(Data for analysis begins)

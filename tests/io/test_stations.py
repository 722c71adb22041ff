"""Station and fault readers: every format, CRS handling, and the validation messages."""

import numpy as np
import numpy.testing as npt
import pandas as pd
import pyproj
import pytest

from geosp.errors import InputError
from geosp.io.faults import read_faults
from geosp.io.project import read_project
from geosp.io.stations import read_stations
from tests.conftest import UTM, small_survey, write_survey


def _read(project_path, crs=UTM):
    project = read_project(project_path)
    return read_stations(project.stations, crs=crs), project


@pytest.mark.parametrize("fmt", ["shp", "gpkg", "geojson", "csv", "csv_xy"])
def test_every_format_round_trips_positions_and_values(tmp_path, fmt):
    frame, _ = small_survey()
    stations, _ = _read(write_survey(tmp_path / fmt, fmt))
    assert list(stations["station_id"]) == list(frame["STN"])
    npt.assert_allclose(stations["sp_mv"], frame["SP_mV"])
    npt.assert_allclose(stations["elev_m"], frame["ELEV"])
    # Positions: lon/lat written with 9 decimals (~0.1 mm) and GeoJSON in WGS 84 round trip
    # through pyproj; 1 mm is far below any survey's GNSS error.
    npt.assert_allclose(stations.geometry.x, frame["E"], atol=1e-3)
    npt.assert_allclose(stations.geometry.y, frame["N"], atol=1e-3)
    assert list(stations["line_id"].unique())[:2] == ["L01", "L02"]


def test_zipped_shapefile_reads_like_the_plain_one(tmp_path):
    import zipfile

    project = write_survey(tmp_path / "z", "shp")
    folder = project.parent
    with zipfile.ZipFile(folder / "stations.zip", "w") as z:
        for part in folder.glob("stations.*"):
            if part.suffix != ".zip":
                z.write(part, part.name)
    project.write_text(project.read_text().replace("stations.shp", "stations.zip"))
    stations, _ = _read(project)
    assert len(stations) == 5 * 41


def _snyder_utm(lat_deg, lon_deg, lon0_deg, a, f, k0=0.9996):
    """Transverse Mercator by the series of Snyder (1987), Map Projections: A Working Manual,
    USGS Prof. Paper 1395, eqs. 8-9 to 8-15 (from memory); independent of PROJ."""
    e2 = f * (2 - f)
    ep2 = e2 / (1 - e2)
    phi = np.radians(lat_deg)
    lam = np.radians(lon_deg - lon0_deg)
    n_ = a / np.sqrt(1 - e2 * np.sin(phi) ** 2)
    t = np.tan(phi) ** 2
    c = ep2 * np.cos(phi) ** 2
    aa = lam * np.cos(phi)
    m = a * ((1 - e2 / 4 - 3 * e2**2 / 64 - 5 * e2**3 / 256) * phi
             - (3 * e2 / 8 + 3 * e2**2 / 32 + 45 * e2**3 / 1024) * np.sin(2 * phi)
             + (15 * e2**2 / 256 + 45 * e2**3 / 1024) * np.sin(4 * phi)
             - (35 * e2**3 / 3072) * np.sin(6 * phi))
    x = k0 * n_ * (aa + (1 - t + c) * aa**3 / 6 + (5 - 18 * t + t**2 + 72 * c - 58 * ep2) * aa**5 / 120)
    y = k0 * (m + n_ * np.tan(phi) * (aa**2 / 2 + (5 - t + 9 * c + 4 * c**2) * aa**4 / 24
                                      + (61 - 58 * t + t**2 + 600 * c - 330 * ep2) * aa**6 / 720))
    return x, y


def test_snyder_worked_example_reproduced():
    # Snyder (1987) p. 61 worked example (values from memory): Clarke 1866, central meridian
    # 75° W, k0 = 0.9996, point 40°30' N, 73°30' W -> x = 127 106.5 m, y = 4 484 124.4 m.
    x, y = _snyder_utm(40.5, -73.5, -75.0, 6378206.4, 1 / 294.9786982)
    assert abs(x - 127106.5) < 0.2 and abs(y - 4484124.4) < 0.2
    tm = pyproj.Transformer.from_crs("EPSG:4326", "+proj=tmerc +lon_0=-75 +k=0.9996 +ellps=clrk66 +units=m",
                                     always_xy=True)
    px, py = tm.transform(-73.5, 40.5)
    assert abs(px - 127106.5) < 0.2 and abs(py - 4484124.4) < 0.2


def test_lonlat_csv_lands_where_the_snyder_series_puts_it(tmp_path):
    # Reference: Snyder's series (above) for WGS 84 in UTM zone 33 N (false easting 500 km);
    # the series is good to millimetres within 3° of the central meridian.
    rng = np.random.default_rng(1)
    lon = 15 + rng.uniform(-2, 2, 20)
    lat = rng.uniform(10, 60, 20)
    frame = pd.DataFrame({"STN": [f"S{i}" for i in range(20)], "SP": rng.normal(0, 20, 20), "lon": lon, "lat": lat})
    frame.to_csv(tmp_path / "s.csv", index=False)
    config = {"path": str(tmp_path / "s.csv"), "id": "STN", "value_mv": "SP", "lon": "lon", "lat": "lat"}
    stations = read_stations(config, crs=UTM)
    x, y = _snyder_utm(lat, lon, 15.0, 6378137.0, 1 / 298.257223563)
    npt.assert_allclose(stations.geometry.x, x + 500000.0, atol=0.01)
    npt.assert_allclose(stations.geometry.y, y, atol=0.01)


def _csv(tmp_path, rows, header="STN,SP,lon,lat"):
    path = tmp_path / "s.csv"
    path.write_text(header + "\n" + "\n".join(rows) + "\n")
    return {"path": str(path), "id": "STN", "value_mv": "SP", "lon": "lon", "lat": "lat"}


GOOD = [f"S{i},{10 + i},15.{i:04d},45.0" for i in range(6)]


def test_blank_and_text_values_are_reported_with_line_numbers(tmp_path):
    rows = list(GOOD)
    rows[1] = "S1,,15.0001,45.0"
    rows[3] = "S3,12 mV,15.0003,45.0"
    with pytest.raises(InputError) as err:
        read_stations(_csv(tmp_path, rows))
    text = str(err.value)
    assert "s.csv" in text
    assert "blank at line 3 (S1)" in text
    assert "not a number at line 5 (S3)" in text
    assert "never read as 0" in text


def test_values_in_volts_are_refused_with_the_fix(tmp_path):
    rows = [f"S{i},0.0{i}5,15.{i:04d},45.0" for i in range(6)]
    with pytest.raises(InputError, match="look like volts.*value_scale = 1000"):
        read_stations(_csv(tmp_path, rows))


def test_duplicate_id_at_two_places_is_refused(tmp_path):
    rows = list(GOOD)
    rows[4] = "S1,14,15.0100,45.0"
    with pytest.raises(InputError, match=r"duplicate station ids at different positions: S1 \(lines 3, 6"):
        read_stations(_csv(tmp_path, rows))


def test_two_stations_at_one_place_with_different_values_are_refused(tmp_path):
    rows = list(GOOD)
    rows[4] = "S4,99,15.0001,45.0"
    with pytest.raises(InputError, match="same position with different values: S1 .line 3. and S4 .line 6."):
        read_stations(_csv(tmp_path, rows))


def test_missing_column_suggests_the_near_one(tmp_path):
    config = _csv(tmp_path, GOOD, header="STN,SP_mv,lon,lat")
    with pytest.raises(InputError, match="no column 'SP' for value_mv .did you mean 'SP_mv'"):
        read_stations(config)


def test_xy_declared_geographic_is_refused(tmp_path):
    config = _csv(tmp_path, GOOD, header="STN,SP,x,y")
    config.update(x="x", y="y", crs="EPSG:4326", lon="", lat="")
    with pytest.raises(InputError, match="geographic CRS.*use lon"):
        read_stations(config)


def test_missing_shx_is_named(tmp_path):
    project = write_survey(tmp_path / "m", "shp")
    (project.parent / "stations.shx").unlink()
    with pytest.raises(InputError, match="stations.shx is missing"):
        _read(project)


def test_missing_prj_means_no_crs(tmp_path):
    project = write_survey(tmp_path / "p", "shp")
    (project.parent / "stations.prj").unlink()
    with pytest.raises(InputError, match="has no CRS"):
        _read(project)


def test_faults_reprojected_and_dips_read(tmp_path):
    project = read_project(write_survey(tmp_path / "f", "shp"))
    faults = read_faults(project.faults, crs="EPSG:32634")
    assert len(faults) == 1 and faults[0].fault_id == "F-A"
    assert faults[0].dip_deg == 80.0 and faults[0].dip_dir_deg == 90.0
    # Reference: pyproj moves the first vertex from zone 33 to zone 34.
    x, y = pyproj.Transformer.from_crs(UTM, "EPSG:32634", always_xy=True).transform(500400.0, 4499700.0)
    npt.assert_allclose(faults[0].coords[0], [x, y], atol=1e-6)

(Data for analysis ends)

What is being asked: Only the lines holding "pytest" are wanted, so copy each of them from the material.

Solution to the exercise:
import pytest
@pytest.mark.parametrize("fmt", ["shp", "gpkg", "geojson", "csv", "csv_xy"])
    with pytest.raises(InputError) as err:
    with pytest.raises(InputError, match="look like volts.*value_scale = 1000"):
    with pytest.raises(InputError, match=r"duplicate station ids at different positions: S1 \(lines 3, 6"):
    with pytest.raises(InputError, match="same position with different values: S1 .line 3. and S4 .line 6."):
    with pytest.raises(InputError, match="no column 'SP' for value_mv .did you mean 'SP_mv'"):
    with pytest.raises(InputError, match="geographic CRS.*use lon"):
    with pytest.raises(InputError, match="stations.shx is missing"):
    with pytest.raises(InputError, match="has no CRS"):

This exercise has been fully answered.